When we arrived, a wooden altar was in place in front of the rocket, and two potted trees were on either side of the altar. There were fruits and vegetables already on the altar and some shrubbery with paper tied to it. Next to the altar was a table that had several large bottles of what I believe is the local potato wine called sochu, a large tree branch with paper tied to it, and several smaller branches.
Two rows of chairs were set up several feet in front of the altar with open space behind them. Every company that has a role in this launch had two representatives sit in the chairs. I had an MHI employee sitting behind me to help me through the ceremony. The remaining GPM team members were lined up behind the chairs. I had two lines of GPM folks standing behind me, about 25-30 people per line and by far the biggest group amongst all the companies. JAXA, MHI, NASA, KHI (Kawasaki Heavy Industries), and IHI Aerospace were represented.
The Shinto priest was busy preparing for the ceremony and donned his robes to start. As we all took our places in the chairs, we started out standing. The announcer spoke only Japanese and made some opening remarks. The priest was introduced, and the company representatives all had to bow in unison at the start of the ceremony.
The ceremony was broken into several sections with the Shinto priest doing a lot of chanting approaching the altar, bowing, and shaking the large branch in front of the altar and over his shoulders. The room was very quiet. We mostly stood and bowed during certain segments and at other times we sat. His voice was very deep and had a vibrating sound. At one point, he read from a script and I heard the words “GPM” and “rocket” several times. He also mentioned every company in the prayer.
I understand you had an active role — what did you get to do?
[I participated in] the Tamagushi-houten portion of the ceremony.

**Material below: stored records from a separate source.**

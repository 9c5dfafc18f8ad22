import type { Database } from 'better-sqlite3';
import { randomUUID } from 'node:crypto';
import { makeVin, shopDayKey, shopLocalInstant, type BreakKind, type PunchKind } from '@baytime/shared';
import { hashSecret } from '../auth/passwords.js';
import { openDatabase } from '../db/database.js';
import { DEFAULT_SHOP, FIRST_RULES_FROM } from '../shop/shop.service.js';

/*
 * A busy shop's history for the bench, written straight into SQLite with prepared statements in one
 * transaction. Every name, vehicle, plate and number is invented; the figures only need to look like a
 * working shop (shifts with breaks, three to five job lines a day per technician, returning vehicles),
 * not to match any source.
 */

const SHOP = { ...DEFAULT_SHOP, name: 'Ridgeway Hollow Motor Works' };
const MINUTE = 60_000;
const DAY = 24 * 60 * MINUTE;

const FIRST_NAMES = (
  'Avery Bram Cleo Dario Edie Fenn Greer Hollis Ines Jory Kit Lark Milo Nadia Orrin Pia Quinn Rhett ' +
  'Sable Tamsin Ulla Vance Wynn Xavi Yara Zeke Arlo Bette Cass Dov'
).split(' ');
const LAST_NAMES = (
  'Ashgrove Brackley Corriveau Dunmore Elstow Farrant Gillow Hathersage Inchbold Jellicoe Kettleby ' +
  'Lowther Marchbank Nettleford Oakhurst Pendry Quarrell Rushworth Stainforth Thackeray Upwood Varley ' +
  'Wetherall Yelland'
).split(' ');
/** Invented makes and models with 8-character VIN prefixes, as in the demo shop. */
const MODELS = [
  { make: 'Corvane', model: 'Altrix', vinPrefix: '7CV4AL2E' },
  { make: 'Corvane', model: 'Denvo', vinPrefix: '7CV2DN5F' },
  { make: 'Halvard', model: 'Tessel', vinPrefix: '7HV3TS1K' },
  { make: 'Halvard', model: 'Morrow', vinPrefix: '7HV5MR7B' },
  { make: 'Quillan', model: 'Pavo', vinPrefix: '7KL1PV3C' },
  { make: 'Ambrey', model: 'Lunda', vinPrefix: '7AB6LD9H' },
  { make: 'Ambrey', model: 'Sorel', vinPrefix: '7AB3SR4D' },
];
/** Model-year codes (VIN position 10) for 2014–2025. */
const YEAR_CODES = 'EFGHJKLMNPRS';
const JOBS = [
  'Oil and filter change',
  'Tire rotation and balance',
  'Front brake pads and rotors',
  'Rear brake shoes and drums',
  'Automatic transmission fluid and filter service',
  'Coolant flush and fill',
  'Four-wheel alignment',
  'Replace serpentine belt',
  'Battery and charging system test',
  'Diagnose engine warning light',
  'Replace front struts',
  'Replace water pump',
  'Air conditioning performance check',
  'Replace spark plugs',
  'Replace rear wheel bearing',
  'Replace thermostat and housing',
  'Replace outer tie rod ends',
  'Reseal oil pan',
];
const CONCERNS = [
  'Scheduled service',
  'Noise from the front when braking',
  'Warning light on the dash',
  'Pulls to the right',
  'Air conditioning blows warm',
  'Vibration at highway speed',
  'Hard to start in the morning',
];
const BAY_KINDS = ['two-post', 'two-post', 'two-post', 'four-post', 'two-post', 'alignment', 'flat'];

export type FloorState = 'on-job' | 'on-break' | 'idle';

/** A technician on shift when the bench starts, with the line they punch on during the load. */
export interface ShiftNow {
  technicianId: number;
  jobLineId: number;
  state: FloorState;
}

export interface SeededShop {
  ownerId: number;
  technicianIds: number[];
  screenIds: number[];
  onShift: ShiftNow[];
  /** A customer surname to search the repair orders for. */
  searchTerm: string;
  /** From the first punch to now. */
  historyYears: number;
  counts: Record<'repairOrders' | 'jobLines' | 'punches' | 'customers', number>;
}
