function Detail({
  ro,
  timeZone,
  units,
  canDispatch,
  created,
  lineTools,
}: RepairOrderDetailProps & { ro: RepairOrderSummary }) {
  const styles = useStyles();
  const navigate = useNavigate();
  const findings = useRepairOrderFindings(ro.id);
  const dispatch = useDispatch();
  const rows = lineRows(ro, dispatch.data, findings.data);
  const late = ro.late;
  const history = useRepairOrderHistory(ro.id);
  const [dialog, setDialog] = useState<LineDialog | null>(null);
  const restoreFocus = useRestoreFocusTarget();
  const reorder = useReorderLines(ro.id);
  const moveLine = (index: number, by: -1 | 1) => {
    const ids = ro.lines.map((line) => line.id);
    [ids[index], ids[index + by]] = [ids[index + by]!, ids[index]!];
    reorder.mutate(ids);
  };
  const book = bookTotal(ro.lines);
  const progress = linesDone(ro.lines);
  const clockedTotal = rows.reduce((sum, row) => sum + row.clockedSeconds, 0);

  return (
    <div className={styles.page}>
      <PageHeader
        title={`RO ${ro.number}`}
        description={`${ro.vehicle} · ${ro.customerName}`}
        actions={
          <>
            <Badge size="large" appearance="tint" color={STATUS_COLOURS[ro.status]}>
              {REPAIR_ORDER_STATUS_WORDS[ro.status]}
            </Badge>
            {late && (
              <Badge size="large" appearance="filled" color="danger">
                LATE
              </Badge>
            )}
            {canDispatch && ro.status === 'open' && (
              <Button onClick={() => void navigate(paths.dispatch)}>Open dispatch</Button>
            )}
            {ro.status !== 'closed' && (
              <Button onClick={() => setDialog({ kind: 'edit-ro' })}>Edit details</Button>
            )}
            <Button onClick={() => window.print()}>Print RO and job tickets</Button>
            <Button appearance="subtle" onClick={() => void navigate(paths.repairOrders)}>
              All repair orders
            </Button>
          </>
        }
      />
      {created && (
        <MessageBar intent="success">
          <MessageBarBody>
            RO {ro.number} is written. Its {ro.lines.length === 1 ? 'line waits' : 'lines wait'} in the
            dispatch queue.
          </MessageBarBody>
        </MessageBar>
      )}

      <VisitActions ro={ro} bay={dispatch.data?.bays.find((bay) => bay.repairOrderId === ro.id)} />

      <Card className={styles.facts}>
        <Fact label="Customer">
          <Body1 className={styles.big}>{ro.customerName}</Body1>
          {ro.customerPhone && (
            <Link className={styles.contact} href={`tel:${ro.customerPhone}`}>
              {formatPhone(ro.customerPhone)}
            </Link>
          )}
          {ro.customerEmail && (
            <Link className={styles.contact} href={`mailto:${ro.customerEmail}`}>
              {ro.customerEmail}
            </Link>
          )}
          {'customerPhone' in ro && !ro.customerPhone && !ro.customerEmail && (
            <Caption1 className={styles.dim}>No phone or e-mail on file</Caption1>
          )}
        </Fact>
        <Fact label="Vehicle">
          <Body1 className={styles.big}>{ro.vehicle}</Body1>
          <Body1 className={styles.vin} aria-label={`VIN ${ro.vin.split('').join(' ')}`}>
            {groupVin(ro.vin)}
          </Body1>
          <Body1>
            {formatOdometer(ro.odometer, units)}
            {ro.plate && ` · plate ${ro.plate}`}
          </Body1>
        </Fact>
        <Fact label="Promised">
          <Body1 className={mergeClasses(styles.big, late && styles.late)}>
            {ro.promisedAt ? formatDateTime(ro.promisedAt, timeZone) : 'No time promised'}
          </Body1>
          <Caption1 className={styles.dim}>
            Written {formatDateTime(ro.createdAt, timeZone)}
            {ro.advisorName && ` by ${ro.advisorName}`}
          </Caption1>
        </Fact>
        <Fact label="Labour">
          <Body1 className={styles.big}>{formatBookHours(book)} book</Body1>
          <Caption1 className={styles.dim}>
            {progress.done} of {progress.of} lines done
            {` · ${formatHours(clockedTotal)} clocked`}
          </Caption1>
        </Fact>
        <Fact label="Concern" className={styles.concern}>
          <Body1>{ro.concern}</Body1>
        </Fact>
      </Card>

      <section className={styles.section} aria-labelledby="ro-lines">
        <Subtitle2 as="h2" id="ro-lines">
          Job lines
        </Subtitle2>
        <div className={styles.scroll}>
          <Table className={styles.table} aria-labelledby="ro-lines" size="small">
            <TableHeader>
              <TableRow>
                <TableHeaderCell>Line</TableHeaderCell>
                <TableHeaderCell>Status</TableHeaderCell>
                <TableHeaderCell>Technician</TableHeaderCell>
                <TableHeaderCell>Bay</TableHeaderCell>
                <TableHeaderCell>Book</TableHeaderCell>
                <TableHeaderCell>Clocked</TableHeaderCell>
                <TableHeaderCell>Over / under</TableHeaderCell>
                <TableHeaderCell>Finish</TableHeaderCell>
                <TableHeaderCell>
                  <span className="visually-hidden">Changes</span>
                </TableHeaderCell>
              </TableRow>
            </TableHeader>
            <TableBody>
              {rows.map(
                ({ line, statusText, technician, bay, clockedSeconds, onTheClock, forecast }, index) => {
                  const over = clockedSeconds > line.bookHours * 3600 + 59;
                  const bayState = dispatch.data?.bays.find((b) => b.id === line.bayId)?.state;
                  return (
                    <TableRow key={line.id}>
                      <TableCell>
                        <span className={styles.lineTitle}>{lineLabel(line)}</span>
                        <Caption1 className={styles.dim}> · {skillWords(line.skillLevel)}</Caption1>
                        <div className={styles.threeCs}>
                          {lineNotes(line).map(({ label, text }) => (
                            <Caption1 key={label}>
                              {label}: {text}
                            </Caption1>
                          ))}
                        </div>
                      </TableCell>
                      <TableCell>
                        <div className={styles.status}>
                          <Badge appearance="tint" color={LINE_STATUS_COLOURS[line.status]}>
                            {statusText}
                          </Badge>
                          {onTheClock.length > 0 && (
                            <Caption1 className={styles.cell}>
                              <Glyph name="wrench" className={styles.glyph} />
                              {onTheClock.join(', ')} on the clock
                            </Caption1>
                          )}
                        </div>
                        {lineTools?.(line)}
                      </TableCell>
                      <TableCell>{technician ?? <span className={styles.dim}>No technician</span>}</TableCell>
                      <TableCell>
                        {bay ? (
                          <span className={styles.cell}>
                            {bayState && <Glyph name={BAY_PALETTE[bayState].icon} className={styles.glyph} />}
                            {bay}
                          </span>
                        ) : (
                          <span className={styles.dim}>—</span>
                        )}
                      </TableCell>
                      <TableCell className={styles.numeric}>{formatBookHours(line.bookHours)}</TableCell>
                      <TableCell className={styles.numeric}>{formatHours(clockedSeconds)}</TableCell>
                      <TableCell className={mergeClasses(styles.numeric, over ? styles.over : undefined)}>
                        {clockedSeconds === 0 && line.status === 'queued'
                          ? '—'
                          : formatOverUnder(clockedSeconds, line.bookHours, line.status === 'done')}
                      </TableCell>
                      <TableCell className={styles.numeric}>
                        {line.completedAt ? (
                          <>{`${JOB_LINE_STATUS_WORDS.done} ${formatDateTime(line.completedAt, timeZone)}`}</>
                        ) : forecast ? (
                          <span className={line.late ? styles.late : undefined}>
                            {aboutWords(formatDateTime(forecast.finishAt, timeZone))}
                            {line.late && ' · LATE'}
                          </span>
                        ) : (
                          <span className={styles.dim}>
                            {line.status === 'held'
                              ? 'On hold'
                              : line.technicianId === null
                                ? 'Not assigned'
                                : '—'}
                          </span>
                        )}
                      </TableCell>
                      <TableCell>
                        <div className={styles.lineActions}>
                          {ro.status !== 'closed' && (
                            <Button size="small" onClick={() => setDialog({ kind: 'edit', line })}>
                              Edit
                            </Button>
                          )}
                          {canDispatch && line.status === 'done' && ro.status !== 'closed' && (
                            <Button size="small" onClick={() => setDialog({ kind: 'reopen', line })}>
                              Reopen (comeback)…
                            </Button>
                          )}
                          {line.status !== 'done' &&
                            line.status !== 'cancelled' &&
                            ro.status !== 'closed' && (
                              <Button
                                size="small"
                                {...restoreFocus}
                                onClick={() =>
                                  setDialog({ kind: clockedSeconds > 0 ? 'cancel' : 'delete', line })
                                }
                              >
                                {clockedSeconds > 0 ? 'Cancel…' : 'Delete…'}
                              </Button>
                            )}
                          <Button
                            size="small"
                            appearance="subtle"
                            aria-label={`Move ${lineWords(line.lineNo)} up`}
                            disabled={index === 0 || reorder.isPending || ro.status === 'closed'}
                            onClick={() => moveLine(index, -1)}
                          >
                            ↑
                          </Button>
                          <Button
                            size="small"
                            appearance="subtle"
                            aria-label={`Move ${lineWords(line.lineNo)} down`}
                            disabled={
                              index === rows.length - 1 || reorder.isPending || ro.status === 'closed'
                            }
                            onClick={() => moveLine(index, 1)}
                          >
                            ↓
                          </Button>
                        </div>
                      </TableCell>
                    </TableRow>
                  );
                },
              )}
              <TableRow>
                <TableCell className={styles.total}>Total</TableCell>
                <TableCell />
                <TableCell />
                <TableCell />
                <TableCell className={mergeClasses(styles.numeric, styles.total)}>
                  {formatBookHours(book)}
                </TableCell>
                <TableCell className={mergeClasses(styles.numeric, styles.total)}>
                  {formatHours(clockedTotal)}
                </TableCell>
                <TableCell />
                <TableCell />
                <TableCell />
              </TableRow>
            </TableBody>
          </Table>
        </div>
        {ro.status !== 'closed' && (
          <div>
            <Button onClick={() => setDialog({ kind: 'add' })}>Add a job line</Button>
          </div>
        )}
      </section>

      <section className={styles.section} aria-labelledby="ro-findings">
        <div className={styles.sectionHead}>
          <Subtitle2 as="h2" id="ro-findings">
            Findings
          </Subtitle2>
          {findings.data && findings.data.length > 0 && (
            <Caption1 className={styles.dim}>
              {findings.data.filter((f) => f.answer === 'pending').length} waiting for an answer
            </Caption1>
          )}
        </div>
        {findings.isPending ? (
          <Spinner size="small" label="Loading findings…" />
        ) : findings.isError ? (
          <MessageBar intent="error">
            <MessageBarBody>{formErrorText(findings.error)}</MessageBarBody>
          </MessageBar>
        ) : findings.data.length === 0 ? (
          <Body1 className={styles.dim}>No findings on this repair order.</Body1>
        ) : (
          <div className={styles.findings}>
            {findings.data.map((finding) => (
              <FindingCard key={finding.id} finding={finding} timeZone={timeZone} />
            ))}
          </div>
        )}
      </section>

      <section className={styles.section} aria-labelledby="ro-history">
        <Subtitle2 as="h2" id="ro-history">
          History
        </Subtitle2>
        {history.isPending ? (
          <Spinner size="small" label="Loading the history…" />
        ) : history.isError ? (
          <MessageBar intent="error">
            <MessageBarBody>{formErrorText(history.error)}</MessageBarBody>
          </MessageBar>
        ) : history.data.length === 0 ? (
          <Body1 className={styles.dim}>No changes since the RO was written.</Body1>
        ) : (
          <ul className={styles.history}>
            {[...history.data].reverse().map((entry, index) => (
              <li key={`${entry.at}-${index}`}>
                <Caption1 className={styles.when}>{formatDateTime(entry.at, timeZone)}</Caption1>
                <Body1>
                  {entry.text}
                  {entry.actorName && <span className={styles.dim}> · {entry.actorName}</span>}
                </Body1>
              </li>
            ))}
          </ul>
        )}
      </section>

      <RepairOrderPrint ro={ro} units={units} timeZone={timeZone} />

      {dialog?.kind === 'edit-ro' && (
        <EditRepairOrderDialog ro={ro} timeZone={timeZone} onClose={() => setDialog(null)} />
      )}
      {dialog?.kind === 'add' && (
        <AddLineDialog repairOrderId={ro.id} concern={ro.concern} onClose={() => setDialog(null)} />
      )}
      {dialog?.kind === 'edit' && (
        <EditLineDialog repairOrderId={ro.id} line={dialog.line} onClose={() => setDialog(null)} />
      )}
      {dialog?.kind === 'cancel' && (
        <CancelLineDialog repairOrderId={ro.id} line={dialog.line} onClose={() => setDialog(null)} />
      )}
      {dialog?.kind === 'delete' && (
        <DeleteLineDialog
          repairOrderId={ro.id}
          line={dialog.line}
          onRefused={() => setDialog({ kind: 'cancel', line: dialog.line })}
          onClose={() => setDialog(null)}
        />
      )}
      {dialog?.kind === 'reopen' && (
        <ReopenLineDialog repairOrderId={ro.id} line={dialog.line} onClose={() => setDialog(null)} />
      )}
    </div>
  );
}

I practiced for several days, and I even looked it up on YouTube to see if I could get a better visual of what to do, which was helpful. I basically took the offering branch from the priest in a specific way and placed it on the altar. After placing it on the alter, I and all NASA team members had to bow twice, clap twice, and bow one more time. I then proceeded back to my seat.
What was the mood like?
It was very quiet and very serious and somber. Everyone was careful not to make a sound. As I looked at other representatives, they were very focused and intense. We all stood at attention with very little movement.
Did you like the ceremony?
I was very nervous but was happy to have had the opportunity to represent NASA. I wanted to make sure I had given the offering properly. Everyone felt I had done a great job, and I have never felt so proud to represent NASA and my country.
In the end, I guess it was fitting that the Safety and Mission Assurance Officer be the one to represent NASA in a ceremony praying for the Safety of the Launch Campaign and Mission Success!